Lead the development, revision, review, agreement, and maintenance of primary labeling (the Company Core Data Sheet (CCDS), United States Package Insert (USPI) and associated patient labeling, EU Product Information (EUPI)), and derived documents (labeling text for EU, US) for assigned compounds.
Make recommendations and provide advice and guidance about labeling content, processes, timelines, and scientific integrity. Coordinate the resolution of any labeling issues with potential impact on the primary or derived labeling, or the supporting documentation.

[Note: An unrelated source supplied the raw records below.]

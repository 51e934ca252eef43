/** A few words inside a figure, so that they go with it wherever it is downloaded or pasted: that its numbers are approximate. */
import type { EChartsOption } from 'echarts';
import type { ChartTheme } from './palette.ts';

export const approximateNote = 'tau-leaping, approximate';

/** The figure with `note` at its upper right corner. */
export const withNote = (option: EChartsOption, note: string, theme: ChartTheme): EChartsOption => ({
  ...option,
  title: {
    text: note,
    right: 8,
    top: 6,
    textStyle: { color: theme.methyl, fontFamily: theme.fontFamily, fontSize: 12, fontWeight: 600 },
  },
});
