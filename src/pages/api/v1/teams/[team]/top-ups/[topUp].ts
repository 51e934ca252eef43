import * as contracts from '@/contracts/billing.ts';
import { readTopUp } from '@/server/billing/read-top-up.ts';
import { endpoint } from '@/server/http/endpoint.ts';

export const GET = endpoint(contracts.readTopUp, ({ actor, parameters: { team = '', topUp = '' } }) =>
  readTopUp({ actor, team, topUpId: topUp }),
);
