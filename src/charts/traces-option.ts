/** Sample traces of one observable: each replicate as the staircase that it is, one of them picked out. */
import type { EChartsOption } from 'echarts';
import type { FigureTable } from './figure-table.ts';
import { frame, labelSeries, timeTitle } from './frame.ts';
import { countText, numberText } from './number-text.ts';
import type { ChartTheme } from './palette.ts';

export interface TracesFigure {
  title: string;
  times: readonly number[];
  timeUnit?: string | undefined;
  traces: readonly { replicate: number; values: readonly number[] }[];
  /** Replicate number, from 0, that is drawn strongly. */
  highlighted: number | null;
}

export function tracesOption(figure: TracesFigure, theme: ChartTheme): EChartsOption {
  const { times, traces, highlighted } = figure;
  const end = times[times.length - 1]!;
  const series = traces.map(({ replicate, values }) => {
    const strong = replicate === highlighted;
    return {
      type: 'line',
      name: `replicate ${countText(replicate)}`,
      step: 'end',
      showSymbol: false,
      z: strong ? 4 : 2,
      lineStyle: {
        color: strong ? theme.ink : theme.bromo,
        width: strong ? 2 : 1,
        opacity: strong || highlighted === null ? 0.9 : 0.35,
      },
      itemStyle: { color: strong ? theme.ink : theme.bromo },
      data: times.map((time, index) => [time, values[index]!]),
    };
  });
  const picked = traces.find(({ replicate }) => replicate === highlighted);
  const labels =
    picked === undefined
      ? []
      : [
          {
            x: end,
            y: picked.values[times.length - 1]!,
            text: `replicate ${countText(picked.replicate)}`,
            color: theme.ink,
          },
        ];
  const base = frame(theme, {
    x: { title: timeTitle(figure.timeUnit), min: times[0]!, max: end },
    y: { title: `${figure.title}, count` },
    labels: true,
  });
  return {
    ...base,
    tooltip: {
      ...base.tooltip,
      formatter: (items: unknown) => {
        const at = (items as { dataIndex: number }[])[0]?.dataIndex;
        if (at === undefined) return '';
        const shown = picked === undefined ? traces.slice(0, 8) : [picked];
        return [
          `at ${numberText(times[at]!, 6)}${figure.timeUnit ? ` ${figure.timeUnit}` : ''}`,
          ...shown.map(({ replicate, values }) => `replicate ${countText(replicate)}  ${numberText(values[at]!, 6)}`),
        ].join('\n');
      },
    },
    series: [...series, labelSeries(labels, theme)],
  } as EChartsOption;
}

export function tracesTable({ title, times, timeUnit, traces }: TracesFigure): FigureTable {
  return {
    caption: `${title}: ${traces.length} sample traces`,
    columns: [timeTitle(timeUnit), ...traces.map(({ replicate }) => `replicate ${replicate}`)],
    rows: times.map((time, index) => [time, ...traces.map(({ values }) => values[index]!)]),
  };
}
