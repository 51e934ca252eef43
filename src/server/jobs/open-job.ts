/** An open job as the dispatcher holds it: what is left to dispatch, what is out, and its turn to settle. */
import PQueue from 'p-queue';
import { Batch, Job } from '@db/models/jobs.ts';
import type { TurnCandidate } from '@/domain/jobs/fair-turns.ts';
import type { ResolvedNetwork } from '@/domain/network/resolved.ts';
import { networksOfJob } from './batch-task.ts';

export interface WaitingBatch {
  id: string;
  segmentId: string;
  ordinal: number;
  firstReplicate: number;
  replicateCount: number;
  attempts: number;
}

export class OpenJob implements TurnCandidate {
  /** In order; the next one to dispatch first. */
  readonly waiting: WaitingBatch[];
  /** Batches out with the executor. */
  readonly out = new Map<string, AbortController>();
  /** Settling, cutting and finishing happen one at a time. */
  readonly turn = new PQueue({ concurrency: 1 });
  /** The ordinal of the first batch that is not part of the prefix yet; dispatching never runs far ahead of it. */
  firstUnjoined: number;
  /** No more batches are dispatched. */
  ending = false;
  /** Finished: steps that still queue are dropped. */
  over = false;

  constructor(
    readonly jobId: string,
    readonly teamId: string,
    readonly userId: string,
    readonly lane: Job['lane'],
    /** By point. */
    readonly networks: ResolvedNetwork[],
    readonly secondsPerReplicate: number,
    waiting: WaitingBatch[],
    firstUnjoined: number,
  ) {
    this.waiting = waiting;
    this.firstUnjoined = firstUnjoined;
  }

  /** Whether a batch can be given out now; the one that the prefix waits for always can. */
  hasBatchWithin(lookAhead: number): boolean {
    const next = this.waiting[0];
    return !this.ending && next !== undefined && next.ordinal < this.firstUnjoined + lookAhead;
  }

  static async load(job: Job): Promise<OpenJob> {
    const rows = await Batch.findAll({
      where: { jobId: job.id, state: ['planned', 'done'] },
      attributes: ['id', 'segmentId', 'ordinal', 'firstReplicate', 'replicateCount', 'attempts', 'state'],
      order: [['ordinal', 'ASC']],
      raw: true,
    });
    const waiting = rows.filter(({ state }) => state === 'planned');
    return new OpenJob(
      job.id,
      job.teamId,
      job.userId,
      job.lane,
      await networksOfJob(job),
      job.secondsPerReplicate,
      waiting,
      rows[0]?.ordinal ?? 0,
    );
  }

  /** Stops dispatching and ends what is out. */
  stop(): void {
    this.ending = true;
    this.waiting.length = 0;
    for (const controller of this.out.values()) controller.abort();
  }
}
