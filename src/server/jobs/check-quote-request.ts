/** Checks what a contract cannot: a quote request against the model version, the limits and what is built so far. */
import type { z } from 'zod';
import type { quoteRequest } from '@/contracts/jobs.ts';
import type { PassageInput } from '@/domain/jobs/job-inputs.ts';
import type { PrecisionTarget } from '@/domain/jobs/precision.ts';
import { largestLeapingNetwork } from '@/engine/leaping/tau-leaping.ts';
import { limits } from '@/domain/limits.ts';
import type { NetworkDocument } from '@/domain/network/document.ts';
import type { ResolvedNetwork } from '@/domain/network/resolved.ts';
import { resolveNetwork } from '@/domain/network/resolve-network.ts';
import { accept, refuse, type InputFault, type Result } from '@/domain/refusals.ts';

export type QuoteRequest = z.output<typeof quoteRequest>;

/** The network with the request's overrides, or every fault found. */
export function checkQuoteRequest(request: QuoteRequest, document: NetworkDocument): Result<ResolvedNetwork> {
  const resolved = resolveNetwork(document, request.overrides ?? {});
  if (!resolved.ok) {
    const ofOverrides = resolved.problems.filter(({ path }) => path.startsWith('overrides.'));
    return ofOverrides.length > 0
      ? refuse('invalid_input', 'Some overrides do not fit the model.', { errors: ofOverrides.map(fault) })
      : refuse('invalid_network', 'This version of the model cannot run.', { errors: resolved.problems.map(fault) });
  }
  const faults = [
    ...unknownPassages(request, resolved.network),
    ...unfitStopping(request, resolved.network),
    ...unfitMethod(request, resolved.network),
    ...notBuilt(request),
    ...tooLarge(request, resolved.network),
  ];
  return faults.length > 0
    ? refuse('invalid_input', faults.map(({ message }) => message).join(' '), { errors: faults })
    : accept(resolved.network);
}

const fault = ({ path, code, message }: InputFault): InputFault => ({ path, code, message });

/** What tau-leaping cannot run, and ε where nothing leaps. */
function unfitMethod({ method, epsilon }: QuoteRequest, { changes, reactions }: ResolvedNetwork): InputFault[] {
  if (method === 'exact')
    return epsilon === undefined
      ? []
      : [
          {
            path: 'epsilon',
            code: 'not_used',
            message: 'ε belongs to tau-leaping; leave it out for the exact method.',
          },
        ];
  const triggered = changes?.find(({ when }) => when.kind === 'condition');
  const faults: InputFault[] = [];
  if (triggered)
    faults.push({
      path: 'method',
      code: 'triggered_changes',
      message: `Tau-leaping would leap past the moment at which the condition of “${triggered.id}” becomes true; use the exact method.`,
    });
  if (reactions.length > largestLeapingNetwork)
    faults.push({
      path: 'method',
      code: 'too_many_reactions',
      message: `Tau-leaping takes up to ${largestLeapingNetwork.toLocaleString('en')} reactions; use the exact method.`,
    });
  return faults;
}

function notBuilt({ sweep }: QuoteRequest): InputFault[] {
  const faults: InputFault[] = [];
  if (sweep !== undefined)
    faults.push({ path: 'sweep', code: 'not_available', message: 'Sweeps are not available yet; quote each point.' });
  return faults;
}

function tooLarge(request: QuoteRequest, network: ResolvedNetwork): InputFault[] {
  const cells = (request.gridIntervals + 1) * network.observables.length;
  if (cells > limits.resultCells)
    return [
      {
        path: 'gridIntervals',
        code: 'too_many_cells',
        message:
          `${request.gridIntervals + 1} grid times of ${network.observables.length} observables are ` +
          `${cells.toLocaleString('en')} cells; at most ${limits.resultCells.toLocaleString('en')} are kept. Use fewer grid intervals.`,
      },
    ];
  const traceCells = cells * Math.min(request.outputs?.keptTraces ?? 0, request.replicates);
  if (traceCells > limits.resultCells)
    return [
      {
        path: 'outputs.keptTraces',
        code: 'too_many_cells',
        message: `So many whole traces are ${traceCells.toLocaleString('en')} cells; at most ${limits.resultCells.toLocaleString('en')} are kept. Keep fewer.`,
      },
    ];
  return [];
}

/** The passages as a job pins them. */
export const passagesOf = (request: QuoteRequest): PassageInput[] =>
  (request.outputs?.passages ?? []).map((passage) =>
    'risesTo' in passage
      ? { observable: passage.observable, direction: 'rises_to', threshold: passage.risesTo }
      : { observable: passage.observable, direction: 'falls_to', threshold: passage.fallsTo },
  );

/** The precision target as a job pins it; undefined for a fixed number of replicates. */
export function stoppingOf({ stopping, horizon, gridIntervals }: QuoteRequest): PrecisionTarget | undefined {
  if (stopping?.kind !== 'precision') return undefined;
  return {
    kind: 'precision',
    observable: stopping.observable,
    gridPoint: Math.round((stopping.time / horizon) * gridIntervals),
    halfWidth: 'relative' in stopping ? { relative: stopping.relative } : { absolute: stopping.absolute },
  };
}

function unfitStopping(request: QuoteRequest, network: ResolvedNetwork): InputFault[] {
  const { stopping, horizon, gridIntervals } = request;
  const target = stoppingOf(request);
  if (stopping?.kind !== 'precision' || !target) return [];
  const faults: InputFault[] = [];
  if (!network.observables.some(({ id }) => id === target.observable))
    faults.push({
      path: 'stopping.observable',
      code: 'unknown_observable',
      message: `“${target.observable}” is no species or observable of this model.`,
    });
  const time = (target.gridPoint * horizon) / gridIntervals;
  if (target.gridPoint > gridIntervals || Math.abs(time - stopping.time) > 1e-9 * horizon)
    faults.push({
      path: 'stopping.time',
      code: 'no_grid_time',
      message: `Give a grid time from 0 to ${horizon}; the nearest is ${Math.min(time, horizon)}.`,
    });
  return faults;
}

function unknownPassages(request: QuoteRequest, network: ResolvedNetwork): InputFault[] {
  const known = new Set(network.observables.map(({ id }) => id));
  return passagesOf(request).flatMap(({ observable }, index) =>
    known.has(observable)
      ? []
      : [
          {
            path: `outputs.passages[${index}].observable`,
            code: 'unknown_observable',
            message: `“${observable}” is no species or observable of this model.`,
          },
        ],
  );
}

/** Traces kept when the request does not say: 20, or fewer where the grid is large. */
export function defaultKeptTraces(request: QuoteRequest, network: ResolvedNetwork): number {
  const cells = (request.gridIntervals + 1) * network.observables.length;
  return Math.max(0, Math.min(20, Math.floor(limits.resultCells / cells)));
}
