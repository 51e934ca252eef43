/** Where the files of a job lie, and how they are written so that a crash leaves the old file or the new one. */
import { mkdir, open, readdir, rename, rm } from 'node:fs/promises';
import path from 'node:path';
import { env } from '../env.ts';

/** Ending of files that are being written. */
export const unfinished = '.tmp';

export const jobsFolder = (): string => path.join(env().BURETTE_DATA_DIR, 'jobs');
export const jobFolder = (jobId: string): string => path.join(jobsFolder(), jobId);
export const jobFile = (jobId: string, name: string): string => path.join(jobFolder(jobId), name);

export const batchFileName = (ordinal: number): string => path.join('batches', `${ordinal}.batch`);
/** The boundary batch run again, shortened to what the cap allows. */
export const cutBatchFileName = (ordinal: number): string => path.join('batches', `${ordinal}-cut.batch`);
/** The whole delivered prefix as one batch. */
export const mergedFileName = (revision: number): string => `prefix-${revision}.batch`;
export const archiveFileName = (revision: number): string => `archive-${revision}.zip`;

/** Writes under a temporary name, flushes, renames, flushes the folder: after it returns, a power cut loses nothing. */
export async function writeDurably(file: string, write: (temporary: string) => Promise<void>): Promise<void> {
  const temporary = file + unfinished;
  await mkdir(path.dirname(file), { recursive: true });
  await write(temporary);
  await flush(temporary);
  await rename(temporary, file);
  await flush(path.dirname(file));
}

async function flush(fileOrFolder: string): Promise<void> {
  const handle = await open(fileOrFolder, 'r');
  try {
    await handle.sync();
  } finally {
    await handle.close();
  }
}

/** Removes batch files and older revisions once a revision stands. */
export async function removeOutdatedFiles(jobId: string, revision: number): Promise<void> {
  await rm(jobFile(jobId, 'batches'), { recursive: true, force: true });
  const kept = new Set([mergedFileName(revision), archiveFileName(revision)]);
  const names = await readdir(jobFolder(jobId)).catch(() => []);
  for (const name of names)
    if (/^(prefix|archive)-\d+\./.test(name) && !kept.has(name)) await rm(jobFile(jobId, name), { force: true });
}
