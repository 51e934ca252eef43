/** Where batches are computed. The dispatcher, the meter and the archive do not know which executor runs. */
import type { PointsTask } from '@/engine/run-points.ts';
import type { RunBatchAnswer } from '@workers/protocol.ts';

export interface Executor {
  /** Batches that run at the same time. */
  readonly capacity: number;
  /**
   * Computes a batch. The answer depends on the task alone, so a lost batch is simply run again. Rejects when the
   * worker was lost or the queue is full; aborting the signal stops the work within milliseconds and rejects too.
   */
  run(task: PointsTask, options?: { signal?: AbortSignal }): Promise<RunBatchAnswer>;
  /** Ends all work. */
  close(): Promise<void>;
}

const house = globalThis as typeof globalThis & { buretteExecutor?: Executor };

/** The executor of this process; throws before jobs have started. */
export function executor(): Executor {
  if (!house.buretteExecutor) throw new Error('No executor is running.');
  return house.buretteExecutor;
}

/** Set by the jobs part; tests set their own. */
export function setExecutor(value: Executor | null): void {
  if (value) house.buretteExecutor = value;
  else delete house.buretteExecutor;
}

Ensure high quality and compliant labeling documents.
Contribute to and participate in the global labeling strategy, including demonstrating an understanding of competitors in the therapeutic area and their development plans and status and knowledge of labeling aspects for the development of labeling and target labeling.
Contribute to the continuous improvement of the end-to-end labeling process.
Requirements:
Minimum of 6 years of relevant experience in the pharmaceutical industry (e.g., Regulatory Affairs, Clinical, Medical Information, Pharmacovigilance).
An understanding of pharmaceutical drug development.
Experience in discussing and communicating scientific concepts.
Understanding of worldwide regulatory guidelines and their applications for guidance for labeling.
Experience leading project teams within a matrix environment, combined with the ability to work largely independently with limited supervision.